**Task prompt:** From the line that contains "a catalog with" through the line that contains "if (i > 0) text", output every line of the listing below exactly and leave out all the rest.

-- Task material follows --

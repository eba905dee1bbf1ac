#include "cli/remedies.hpp"

namespace bine::cli {

std::string_view remedy_text(Remedy remedy) {
  switch (remedy) {
    case Remedy::lower_whirlpool_share:
      return "lower --split";
    case Remedy::raise_whirlpool_share:
      return "raise --split";
    case Remedy::lower_late_amount:
      return "lower --rate or --oil-dose";
    case Remedy::raise_late_amount:
      return "raise --rate or --oil-dose";
    case Remedy::raise_target_ibu:
      return "raise --ibu";
    case Remedy::add_stock:
      return "add stock";
    case Remedy::more_varieties:
      return "raise --max-varieties";
    case Remedy::allow_bittering:
      return "allow a bittering charge (drop --no-bittering)";
    case Remedy::name_bittering_variety:
      return "give --bittering VARIETY";
    case Remedy::no_bittering:
      return "give --no-bittering";
    case Remedy::later_brew_day:
      return "give a later --on";
    case Remedy::whole_catalog:
      return "drop --stock to search the whole catalog";
    case Remedy::add_catalog:
      return "add one with --catalog FILE";
    case Remedy::aim_by_target:
      return "give --target instead";
    case Remedy::give_late_amount:
      return "give --rate or --oil-dose above 0";
    case Remedy::add_alpha_acid:
      return "add its alpha acid to the catalog or stock";
    case Remedy::add_aroma_stock:
      return "add stock with aroma varieties";
    case Remedy::add_aroma_catalog:
      return "add a catalog with aroma data using --catalog FILE";
    case Remedy::trim_kept_additions:
      return "trim the recipe's other boil additions";
    case Remedy::bittering_with_alpha:
      return "give --bittering with a variety that has alpha acid data";
    case Remedy::give_stock_file:
      return "give --stock FILE or set BINE_STOCK";
  }
  return "";
}

std::string with_remedies(std::string_view message, const std::vector<Remedy>& remedies) {
  std::string text(message);
  if (remedies.empty()) return text;
  text += " (";
  for (std::size_t i = 0; i < remedies.size(); ++i) {
    if (i > 0) text += i + 1 == remedies.size() ? " or " : ", ";
    text += remedy_text(remedies[i]);
  }
  text += ')';
  return text;
}

}  // namespace bine::cli
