#pragma once
// Loading the catalogs when a command needs only some varieties by name: from a compiled catalog
// given alone, only those rows; otherwise every catalog, as load_data.
#include <functional>
#include <string>
#include <vector>

#include "cli/commands.hpp"
#include "io/compiled_catalog.hpp"

namespace bine::cli {

/// load_data_for_names (io/compiled_catalog.hpp) timed as "load data", with its notes on stderr.
/// `names` is asked only when a compiled catalog is given alone (reading them may read files).
CatalogSubset load_data_for_names(const GlobalOptions& globals, const Console& console,
                                  const std::function<std::vector<std::string>()>& names);

}  // namespace bine::cli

-- Task material concluded --

**Solution for this problem:**
      return "add a catalog with aroma data using --catalog FILE";
    case Remedy::trim_kept_additions:
      return "trim the recipe's other boil additions";
    case Remedy::bittering_with_alpha:
      return "give --bittering with a variety that has alpha acid data";
    case Remedy::give_stock_file:
      return "give --stock FILE or set BINE_STOCK";
  }
  return "";
}

std::string with_remedies(std::string_view message, const std::vector<Remedy>& remedies) {
  std::string text(message);
  if (remedies.empty()) return text;
  text += " (";
  for (std::size_t i = 0; i < remedies.size(); ++i) {
    if (i > 0) text += i + 1 == remedies.size() ? " or " : ", ";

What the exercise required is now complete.